Exercise prompt → Copying each record below exactly is the whole task.

Material provided →
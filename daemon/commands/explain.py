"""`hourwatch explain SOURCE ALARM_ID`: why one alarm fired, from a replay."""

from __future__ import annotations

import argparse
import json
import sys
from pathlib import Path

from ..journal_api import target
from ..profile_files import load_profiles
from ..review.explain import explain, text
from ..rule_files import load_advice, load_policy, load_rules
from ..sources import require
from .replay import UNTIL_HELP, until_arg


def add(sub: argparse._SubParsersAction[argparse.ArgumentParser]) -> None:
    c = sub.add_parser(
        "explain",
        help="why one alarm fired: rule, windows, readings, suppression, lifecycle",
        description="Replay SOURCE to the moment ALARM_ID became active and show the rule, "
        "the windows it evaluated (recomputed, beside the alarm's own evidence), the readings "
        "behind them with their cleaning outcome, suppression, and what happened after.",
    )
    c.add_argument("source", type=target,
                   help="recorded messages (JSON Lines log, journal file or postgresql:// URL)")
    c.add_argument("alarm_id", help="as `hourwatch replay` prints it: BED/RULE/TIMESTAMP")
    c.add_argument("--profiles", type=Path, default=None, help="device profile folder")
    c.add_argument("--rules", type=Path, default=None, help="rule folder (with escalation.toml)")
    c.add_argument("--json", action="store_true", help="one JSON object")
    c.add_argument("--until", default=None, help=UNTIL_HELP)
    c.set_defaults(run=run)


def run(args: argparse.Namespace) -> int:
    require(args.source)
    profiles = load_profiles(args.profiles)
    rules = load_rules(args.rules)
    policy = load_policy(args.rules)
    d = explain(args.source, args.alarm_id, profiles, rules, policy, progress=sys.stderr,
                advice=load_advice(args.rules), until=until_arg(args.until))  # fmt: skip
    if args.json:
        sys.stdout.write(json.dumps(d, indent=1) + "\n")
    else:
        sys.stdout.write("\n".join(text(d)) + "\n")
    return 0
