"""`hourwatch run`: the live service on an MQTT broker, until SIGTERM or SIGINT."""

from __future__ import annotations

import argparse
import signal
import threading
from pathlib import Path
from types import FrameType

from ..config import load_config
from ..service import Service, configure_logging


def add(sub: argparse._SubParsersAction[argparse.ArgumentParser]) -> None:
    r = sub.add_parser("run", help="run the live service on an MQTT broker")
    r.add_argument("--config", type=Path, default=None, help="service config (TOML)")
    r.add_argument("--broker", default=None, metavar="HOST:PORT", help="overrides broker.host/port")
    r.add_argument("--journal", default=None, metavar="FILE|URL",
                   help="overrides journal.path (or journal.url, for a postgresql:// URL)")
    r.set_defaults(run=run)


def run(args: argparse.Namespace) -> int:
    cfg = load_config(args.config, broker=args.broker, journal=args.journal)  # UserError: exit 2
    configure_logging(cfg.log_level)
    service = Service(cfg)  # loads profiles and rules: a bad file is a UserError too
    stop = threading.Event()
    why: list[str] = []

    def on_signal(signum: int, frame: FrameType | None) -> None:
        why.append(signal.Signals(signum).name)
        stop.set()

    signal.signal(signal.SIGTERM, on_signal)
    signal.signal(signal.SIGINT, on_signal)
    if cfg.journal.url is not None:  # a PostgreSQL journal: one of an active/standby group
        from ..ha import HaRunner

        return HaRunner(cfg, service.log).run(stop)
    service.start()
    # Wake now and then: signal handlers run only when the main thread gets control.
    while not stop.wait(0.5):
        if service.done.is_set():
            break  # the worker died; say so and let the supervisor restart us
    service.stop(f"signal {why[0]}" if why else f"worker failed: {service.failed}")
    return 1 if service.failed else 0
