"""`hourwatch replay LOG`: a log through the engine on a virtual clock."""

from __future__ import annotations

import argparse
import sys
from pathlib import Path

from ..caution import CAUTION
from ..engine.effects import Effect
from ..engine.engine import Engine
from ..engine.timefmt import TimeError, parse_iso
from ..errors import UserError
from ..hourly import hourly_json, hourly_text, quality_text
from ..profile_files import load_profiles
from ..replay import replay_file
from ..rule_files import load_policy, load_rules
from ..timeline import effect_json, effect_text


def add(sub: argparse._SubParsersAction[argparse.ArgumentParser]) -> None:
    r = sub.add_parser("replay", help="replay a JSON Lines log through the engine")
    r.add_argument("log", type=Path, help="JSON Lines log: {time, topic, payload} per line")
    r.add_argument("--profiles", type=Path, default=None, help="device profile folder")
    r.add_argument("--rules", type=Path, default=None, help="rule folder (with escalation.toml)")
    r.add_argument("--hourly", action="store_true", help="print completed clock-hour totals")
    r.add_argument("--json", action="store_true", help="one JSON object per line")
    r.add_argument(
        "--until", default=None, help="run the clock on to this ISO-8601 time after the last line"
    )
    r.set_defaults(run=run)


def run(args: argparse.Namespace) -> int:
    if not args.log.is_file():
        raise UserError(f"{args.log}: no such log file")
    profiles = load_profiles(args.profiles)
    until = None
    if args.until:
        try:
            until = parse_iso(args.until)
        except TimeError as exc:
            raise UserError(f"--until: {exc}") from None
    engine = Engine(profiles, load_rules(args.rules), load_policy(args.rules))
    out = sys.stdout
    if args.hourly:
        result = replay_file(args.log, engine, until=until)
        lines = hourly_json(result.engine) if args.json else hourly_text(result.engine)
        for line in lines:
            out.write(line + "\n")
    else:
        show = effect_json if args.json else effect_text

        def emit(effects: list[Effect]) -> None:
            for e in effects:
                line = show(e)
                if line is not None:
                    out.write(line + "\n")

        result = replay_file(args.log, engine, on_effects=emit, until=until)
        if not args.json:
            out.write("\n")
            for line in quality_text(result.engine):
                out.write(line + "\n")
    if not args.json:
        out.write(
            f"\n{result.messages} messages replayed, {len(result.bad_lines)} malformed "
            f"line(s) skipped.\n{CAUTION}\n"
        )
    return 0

Result of the task →
filename daemon/commands/explain.py
"""`hourwatch explain SOURCE ALARM_ID`: why one alarm fired, from a replay."""

from __future__ import annotations

import argparse
import json
import sys
from pathlib import Path

from ..journal_api import target
from ..profile_files import load_profiles
from ..review.explain import explain, text
from ..rule_files import load_advice, load_policy, load_rules
from ..sources import require
from .replay import UNTIL_HELP, until_arg


def add(sub: argparse._SubParsersAction[argparse.ArgumentParser]) -> None:
    c = sub.add_parser(
        "explain",
        help="why one alarm fired: rule, windows, readings, suppression, lifecycle",
        description="Replay SOURCE to the moment ALARM_ID became active and show the rule, "
        "the windows it evaluated (recomputed, beside the alarm's own evidence), the readings "
        "behind them with their cleaning outcome, suppression, and what happened after.",
    )
    c.add_argument("source", type=target,
                   help="recorded messages (JSON Lines log, journal file or postgresql:// URL)")
    c.add_argument("alarm_id", help="as `hourwatch replay` prints it: BED/RULE/TIMESTAMP")
    c.add_argument("--profiles", type=Path, default=None, help="device profile folder")
    c.add_argument("--rules", type=Path, default=None, help="rule folder (with escalation.toml)")
    c.add_argument("--json", action="store_true", help="one JSON object")
    c.add_argument("--until", default=None, help=UNTIL_HELP)
    c.set_defaults(run=run)


def run(args: argparse.Namespace) -> int:
    require(args.source)
    profiles = load_profiles(args.profiles)
    rules = load_rules(args.rules)
    policy = load_policy(args.rules)
    d = explain(args.source, args.alarm_id, profiles, rules, policy, progress=sys.stderr,
                advice=load_advice(args.rules), until=until_arg(args.until))  # fmt: skip
    if args.json:
        sys.stdout.write(json.dumps(d, indent=1) + "\n")
    else:
        sys.stdout.write("\n".join(text(d)) + "\n")
    return 0
"""`hourwatch run`: the live service on an MQTT broker, until SIGTERM or SIGINT."""

from __future__ import annotations

import argparse
import signal
import threading
from pathlib import Path
from types import FrameType

from ..config import load_config
from ..service import Service, configure_logging


def add(sub: argparse._SubParsersAction[argparse.ArgumentParser]) -> None:
    r = sub.add_parser("run", help="run the live service on an MQTT broker")
    r.add_argument("--config", type=Path, default=None, help="service config (TOML)")
    r.add_argument("--broker", default=None, metavar="HOST:PORT", help="overrides broker.host/port")
    r.add_argument("--journal", default=None, metavar="FILE|URL",
                   help="overrides journal.path (or journal.url, for a postgresql:// URL)")
    r.set_defaults(run=run)


def run(args: argparse.Namespace) -> int:
    cfg = load_config(args.config, broker=args.broker, journal=args.journal)  # UserError: exit 2
    configure_logging(cfg.log_level)
    service = Service(cfg)  # loads profiles and rules: a bad file is a UserError too
    stop = threading.Event()
    why: list[str] = []

    def on_signal(signum: int, frame: FrameType | None) -> None:
        why.append(signal.Signals(signum).name)
        stop.set()

    signal.signal(signal.SIGTERM, on_signal)
    signal.signal(signal.SIGINT, on_signal)
    if cfg.journal.url is not None:  # a PostgreSQL journal: one of an active/standby group
        from ..ha import HaRunner

        return HaRunner(cfg, service.log).run(stop)
    service.start()
    # Wake now and then: signal handlers run only when the main thread gets control.
    while not stop.wait(0.5):
        if service.done.is_set():
            break  # the worker died; say so and let the supervisor restart us
    service.stop(f"signal {why[0]}" if why else f"worker failed: {service.failed}")
    return 1 if service.failed else 0
"""`hourwatch replay LOG`: a log through the engine on a virtual clock."""

from __future__ import annotations

import argparse
import sys
from pathlib import Path

from ..caution import CAUTION
from ..engine.effects import Effect
from ..engine.engine import Engine
from ..engine.timefmt import TimeError, parse_iso
from ..errors import UserError
from ..hourly import hourly_json, hourly_text, quality_text
from ..profile_files import load_profiles
from ..replay import replay_file
from ..rule_files import load_policy, load_rules
from ..timeline import effect_json, effect_text


def add(sub: argparse._SubParsersAction[argparse.ArgumentParser]) -> None:
    r = sub.add_parser("replay", help="replay a JSON Lines log through the engine")
    r.add_argument("log", type=Path, help="JSON Lines log: {time, topic, payload} per line")
    r.add_argument("--profiles", type=Path, default=None, help="device profile folder")
    r.add_argument("--rules", type=Path, default=None, help="rule folder (with escalation.toml)")
    r.add_argument("--hourly", action="store_true", help="print completed clock-hour totals")
    r.add_argument("--json", action="store_true", help="one JSON object per line")
    r.add_argument(
        "--until", default=None, help="run the clock on to this ISO-8601 time after the last line"
    )
    r.set_defaults(run=run)


def run(args: argparse.Namespace) -> int:
    if not args.log.is_file():
        raise UserError(f"{args.log}: no such log file")
    profiles = load_profiles(args.profiles)
    until = None
    if args.until:
        try:
            until = parse_iso(args.until)
        except TimeError as exc:
            raise UserError(f"--until: {exc}") from None
    engine = Engine(profiles, load_rules(args.rules), load_policy(args.rules))
    out = sys.stdout
    if args.hourly:
        result = replay_file(args.log, engine, until=until)
        lines = hourly_json(result.engine) if args.json else hourly_text(result.engine)
        for line in lines:
            out.write(line + "\n")
    else:
        show = effect_json if args.json else effect_text

        def emit(effects: list[Effect]) -> None:
            for e in effects:
                line = show(e)
                if line is not None:
                    out.write(line + "\n")

        result = replay_file(args.log, engine, on_effects=emit, until=until)
        if not args.json:
            out.write("\n")
            for line in quality_text(result.engine):
                out.write(line + "\n")
    if not args.json:
        out.write(
            f"\n{result.messages} messages replayed, {len(result.bad_lines)} malformed "
            f"line(s) skipped.\n{CAUTION}\n"
        )
    return 0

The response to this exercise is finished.